Now, I've known lots of programmers who claimed they could design at the keyboard, while they're coding. I've also seen their code.

I do indeed disagree with Jim that “programming fads . . . spiral development, agile and extreme programming . . .” are fads that will fade away. He seems to favor the classical, “waterfall diagram” approach to product development, which I think is completely discredited. I do agree that more modern methods carry more risk of undisciplined hacking. I also agree that such methods encourage hackers to hack with even more gusto.

But the solution, in my opinion, is not to trash the methods. It's to get rid of (or retrain) the hackers.

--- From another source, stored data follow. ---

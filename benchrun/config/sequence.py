"""Sequence file schema: what to test (part, lot, devices, test points) and how.

Loaded with :func:`load_sequence`; errors name file, line and field, unknown keys are errors.
Quantities are written as engineers write them. Example (``sequences/dx4417-demo.yaml``)::

    part: DX-4417
    lot: LT-0117
    devices: all            # every device the handler holds, or a list of serials
    limits: ../limits/DX-4417.yaml
    test_points:
      - bus_voltage: 600 V
        forward_current: 30 A
        temperatures: [25 degC, 125 degC]
        gate_resistance: 10 ohm
        repeats: 2
        shot_spacing: 0.2 s
    tolerances: {forward_current: 5 %, didt: 25 %, reverse_voltage: 5 %, temperature: 3 K}

The ``tolerances`` are written with their units: relative ones ``"5 %"`` (a bare ``0.05`` is
refused), temperature tolerances and bands as temperature *differences* (``"3 K"``;
``"3 degC"`` is read as a difference here).
"""

from __future__ import annotations

import re
from pathlib import Path
from typing import Annotated, Any, Literal

from pydantic import BeforeValidator, Field, field_validator, model_validator

from benchrun.config.explicit import ExplicitTemperatureBand, ExplicitTolerance
from benchrun.config.loader import (
    Current,
    CurrentSlope,
    Frequency,
    Resistance,
    StrictModel,
    Temperature,
    TemperatureBand,
    Time,
    Tolerance,
    Voltage,
    load_model,
)

#: A relative tolerance: "5 %" or 0.05.
Fraction = Tolerance

#: Lot names: they name run folders (``<out>/<lot>-<time>``), so letters, digits, ``.``,
#: ``_`` and ``-`` only, starting with a letter or digit (no ``/``, no ``..``, no spaces).
LOT_PATTERN = re.compile(r"[A-Za-z0-9][A-Za-z0-9._-]{0,63}")
#: Serials: letters, digits and ``. _ - + / # :``, starting with a letter or digit, at most 64
#: characters. They are sent to the handler as quoted SCPI strings and escaped one-to-one in
#: raw-record keys (:func:`benchrun.runner.shots.key_safe_serial`); never used in paths.
SERIAL_PATTERN = re.compile(r"[A-Za-z0-9][A-Za-z0-9._+/#:-]{0,63}")


def check_lot(value: str) -> str:
    """``value`` when it is a valid lot name (:data:`LOT_PATTERN`), else ``ValueError``."""
    if not LOT_PATTERN.fullmatch(value):
        raise ValueError(f"lot name {value!r} is not allowed: use letters, digits, '.', '_' "
                         "and '-' (starting with a letter or digit, at most 64); it names "
                         "the run folder")
    return value


def check_serial(value: str) -> str:
    """``value`` when it is a valid serial (:data:`SERIAL_PATTERN`), else ``ValueError``."""
    if not SERIAL_PATTERN.fullmatch(value):
        raise ValueError(f"serial {value!r} is not allowed: use letters, digits and "
                         "'. _ - + / # :' (starting with a letter or digit, at most 64)")
    return value


class PartRatings(StrictModel):
    """Absolute maximum ratings of the part (from its datasheet)."""

    vrrm: Voltage = Field(gt=0)
    if_max: Current = Field(gt=0)
    tj_max: Temperature = Field(gt=0)
    tj_min: Temperature = Field(default=218.15, gt=0)
    #: repetitive peak forward current (optional): the double pulse conducts for
    #: microseconds, so a test point may go up to it; without it ``if_max`` bounds IF
    ifrm: Current | None = Field(default=None, gt=0)

    @property
    def max_test_current(self) -> float:
        """Highest forward current a test point may ask for: IFRM when stated, else IF max."""
        return self.if_max if self.ifrm is None else max(self.ifrm, self.if_max)


class TestPointSpec(StrictModel):
    """One test condition, swept over its temperatures."""

    __test__ = False  # not a pytest test class

    label: str = ""
    bus_voltage: Voltage = Field(gt=0)
    forward_current: Current = Field(gt=0)
    temperatures: list[Temperature] = Field(min_length=1)
    gate_resistance: Resistance | None = Field(default=None, gt=0)
    didt: CurrentSlope | None = Field(default=None, gt=0)
    repeats: int = Field(default=1, ge=1, le=1000)
    shot_spacing: Time = Field(default=0.5, ge=0)
    #: the qualification step this point serves: ``worst_case_snappiness`` grades its worst
    #: shot by the limits file's ``worst_case`` block (benchrun.analysis.snappiness)
    qualification: Literal["worst_case_snappiness"] | None = None

    @model_validator(mode="after")
    def _drive(self) -> TestPointSpec:
        if self.gate_resistance is None and self.didt is None:
            raise ValueError("give 'gate_resistance' or a 'didt' target")
        return self


def _as_list(value: Any) -> Any:
    """A single value of a sweep axis is a one-element list."""
    return value if isinstance(value, list) else [value]


#: Largest number of test points the sweeps of one sequence may expand into (before the
#: temperatures): a mistyped sweep must not plan a run of days.
MAX_SWEEP_POINTS = 400


class SweepSpec(StrictModel):
    """A grid of test points: every combination of the listed values (a characterisation
    sweep). Each axis takes one value or a list; each combination is one test point at every
    temperature of ``temperatures``::

        sweeps:
          - label: IF sweep
            bus_voltage: 600 V
            forward_current: [3 A, 7.5 A, 15 A, 30 A, 45 A]
            didt: 600 A/us
            temperatures: [-40 degC, 25 degC, 125 degC]
    """

    label: str = "sweep"
    bus_voltage: Annotated[list[Voltage], BeforeValidator(_as_list)] = Field(min_length=1)
    forward_current: Annotated[list[Current], BeforeValidator(_as_list)] = Field(min_length=1)
    didt: Annotated[list[CurrentSlope], BeforeValidator(_as_list)] | None = None
    gate_resistance: Annotated[list[Resistance], BeforeValidator(_as_list)] | None = None
    temperatures: list[Temperature] = Field(min_length=1)
    repeats: int = Field(default=1, ge=1, le=1000)
    shot_spacing: Time = Field(default=0.5, ge=0)

    @model_validator(mode="after")
    def _axes(self) -> SweepSpec:
        if (self.didt is None) == (self.gate_resistance is None):
            raise ValueError("give 'didt' targets or 'gate_resistance' values (one of them)")
        for name in ("bus_voltage", "forward_current", "didt", "gate_resistance"):
            values = getattr(self, name) or []
            if any(v <= 0 for v in values):
                raise ValueError(f"every {name} value must be positive")
            if len(set(values)) != len(values):
                raise ValueError(f"a {name} value is listed twice")
        if len(self.combinations()) > MAX_SWEEP_POINTS:
            raise ValueError(f"the sweep expands into {len(self.combinations())} test points "
                             f"(at most {MAX_SWEEP_POINTS}); sweep fewer values")
        return self

    def combinations(self) -> list[tuple[float, float, float | None, float | None]]:
        """(bus voltage, forward current, di/dt, gate resistance) of every grid point, in
        file order (voltage slowest, then current, then the drive)."""
        drives: list[tuple[float | None, float | None]] = (
            [(d, None) for d in self.didt] if self.didt is not None
            else [(None, r) for r in self.gate_resistance or []])
        return [(v, i, d, r) for v in self.bus_voltage for i in self.forward_current
                for d, r in drives]

    def expand(self) -> list[TestPointSpec]:
        """One :class:`TestPointSpec` per grid point, labelled with its values."""
        from benchrun.units import format_si

        points = []
        for volts, amps, didt, ohms in self.combinations():
            drive = (f"{didt / 1e6:g} A/us" if didt is not None
                     else format_si(float(ohms or 0.0), "ohm"))
            points.append(TestPointSpec(
                label=f"{self.label}: {format_si(volts, 'V')}, {format_si(amps, 'A')}, {drive}",
                bus_voltage=volts, forward_current=amps, temperatures=self.temperatures,
                didt=didt, gate_resistance=ohms, repeats=self.repeats,
                shot_spacing=self.shot_spacing))
        return points


class Tolerances(StrictModel):
    """Allowed deviation of the measured conditions from the requested ones (per shot),
    written with their units (``"5 %"``, ``"3 K"``; a bare number is refused,
    :mod:`benchrun.config.explicit`)."""

    forward_current: ExplicitTolerance = 0.05
    didt: ExplicitTolerance = 0.25
    reverse_voltage: ExplicitTolerance = 0.05
    temperature: ExplicitTemperatureBand = 3.0


class ThermalSettings(StrictModel):
    """Temperature changes: stable within ``band`` for ``dwell``, then ``soak``; give up after
    ``timeout``."""

    band: TemperatureBand = 1.0
    dwell: Time = Field(default=60.0, ge=0)
    soak: Time = Field(default=300.0, ge=0)
    timeout: Time = Field(default=3600.0, gt=0)
    poll_interval: Time = Field(default=1.0, gt=0)


class TrimSettings(StrictModel):
    """Trim shots that correct the first-pulse width t1 before the real shots.

    ``single_pulse`` fires the first pulse alone at the test voltage; ``low_voltage`` fires
    it at ``bus_voltage`` (same t1 scales with V, see :func:`benchrun.runner.plan`); ``off``
    trusts the calculated t1.
    """

    mode: Literal["single_pulse", "low_voltage", "off"] = "single_pulse"
    bus_voltage: Voltage | None = Field(default=None, gt=0)
    tolerance: Fraction = 0.02
    max_shots: int = Field(default=4, ge=1, le=20)

    @model_validator(mode="after")
    def _voltage(self) -> TrimSettings:
        if self.mode == "low_voltage" and self.bus_voltage is None:
            raise ValueError("low_voltage trim needs 'bus_voltage'")
        return self


class TimingSettings(StrictModel):
    """Double-pulse timing and capture beyond the first pulse width (which is calculated)."""

    off_time: Time = Field(default=3e-6, gt=0)
    second_pulse: Time = Field(default=2e-6, gt=0)
    pre_trigger: Time = Field(default=1e-6, ge=0)
    post_margin: Time = Field(default=1e-6, ge=0)
    sample_interval: Time = Field(default=1e-9, gt=0)


class ExpectedValues(StrictModel):
    """Rough expectations that set the scope ranges (never used as results)."""

    irrm_fraction: float = Field(default=1.0, gt=0, le=5)
    overshoot_margin: float = Field(default=1.5, ge=1, le=5)
    didt: CurrentSlope | None = Field(default=None, gt=0)


class AnalysisSettings(StrictModel):
    """Passed to the analysis as ``RecoveryOptions`` (DESIGN §3 defaults)."""

    fit_high: float = Field(default=0.9, gt=0, lt=1)
    fit_low: float = Field(default=0.25, gt=0, lt=1)
    trr_method: Literal["extrapolate", "threshold"] = "extrapolate"
    trr_threshold_fraction: float = Field(default=0.25, gt=0, lt=1)
    integration_end_fraction: float = Field(default=0.02, gt=0, lt=1)
    integration_window: Literal["fraction", "trr_end", "triangle"] = "fraction"
    lowpass: Frequency | None = Field(default=None, gt=0)

    @model_validator(mode="after")
    def _order(self) -> AnalysisSettings:
        if self.fit_low >= self.fit_high:
            raise ValueError("fit_low must be below fit_high")
        return self

    def option_values(self) -> dict[str, Any]:
        """Keyword arguments for ``RecoveryOptions``."""
        return {
            "fit_high": self.fit_high,
            "fit_low": self.fit_low,
            "trr_method": self.trr_method,
            "trr_threshold_fraction": self.trr_threshold_fraction,
            "integration_end_fraction": self.integration_end_fraction,
            "integration_window": self.integration_window,
            "lowpass_hz": self.lowpass,
        }


class LossSettings(StrictModel):
    """Switching frequencies for the loss estimate, and the kind of recovery of the part.

    ``recovery``: ``stored-charge`` (PiN diode, default: Err is dissipated and counted) or
    ``capacitive`` (Schottky diode: Err is stored in the depletion capacitance and returned, so
    the loss per commutation is the switch's recovery share only; see
    :mod:`benchrun.loss.estimate`).
    """

    switching_frequencies: list[Frequency] = Field(default_factory=list)
    recovery: Literal["stored-charge", "capacitive"] = "stored-charge"

    @field_validator("switching_frequencies")
    @classmethod
    def _positive(cls, values: list[float]) -> list[float]:
        for value in values:
            if value <= 0:
                raise ValueError(f"a switching frequency must be positive, got {value:g} Hz")
        return values
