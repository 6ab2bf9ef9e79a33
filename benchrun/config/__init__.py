"""benchrun.config."""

Bottom line: a software project requires a lot of skills and a lot of coordination between phases. In the column “How I write software,” I wasn't talking about all of them. I was talking about writing software.
–Jack Crenshaw

Hello Mr. Crenshaw. I have been reading your column for years and I credit you with my philosophy of having a toolbox of routines, algorithms, methods etc. at my disposal for use when needed–like the mechanic who reaches into his toolbox for a wrench when he needs to tighten a bolt.

There have been a lot of fads in the software industry and I think it is because we are looking for the tool that can do it all, even though all problems are different or one size doesn't fit all. Which brings me to the point of why I am writing, I take exception to the following statement you made in the article.

“The waterfall approach is based on the idea that we can know, at the outset, what the software (or the system) is supposed to do, and how.”

There are projects where we do know, at the outset, what the software, and system, is supposed to do and how. For example, I worked on the development of a Model 4 version of an industrial machine. It was very clear what this machine had to do, the same things as its predecessors, Model 1, Model 2, and Model 3.

So why was there a Model 4? Technology, performance and cost. The technology keeps advancing providing better performance and reduced cost. So there is a big gain to be had by changing motors, drives, controllers, etc.

Granted we should have been able to re-use a lot of the software, but machines designed in the '80s weren't necessarily the benefactors of modern software design principals. In this particular case, there had been three programming languages used over the four models: Basic, C, and C++, not including the three or four different plc versions, with unique ladder logic, that also spanned the models. And let's not forget about the effect management has on a project, not necessarily for the better.

Your toolbox is different from my toolbox is different from every other programmer's toolbox. So just because a tool doesn't fit in your toolbox, or you have as of yet had a need to use it, doesn't mean it won't fit in someone else's. Please don't take it that I am arguing for or against the waterfall approach, my point is that there is probably a little good in everything and it is up to us to determine when the tool fits the job at hand.

That's my two-cents worth. Keep writing the good articles, I enjoy the diversity and depth of the topics you cover!